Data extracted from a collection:
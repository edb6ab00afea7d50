import type { APIRoute } from 'astro';
import { ORG_COOKIE, SESSION_COOKIES, endSession, sessionToken } from '../../lib/auth/session';

/** Sign out: end the database session and clear the cookies, then go home. */
export const POST: APIRoute = ({ cookies, redirect }) => {
  const token = sessionToken(cookies);
  if (token) endSession(token);
  for (const name of [...SESSION_COOKIES, ORG_COOKIE]) cookies.delete(name, { path: '/' });
  return redirect('/', 303);
};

Brief:
Find the string "sessionToken" in the entries above and return each line that holds it.

Answer for this exercise:
import { ORG_COOKIE, SESSION_COOKIES, endSession, sessionToken } from '../../lib/auth/session';
  const token = sessionToken(cookies);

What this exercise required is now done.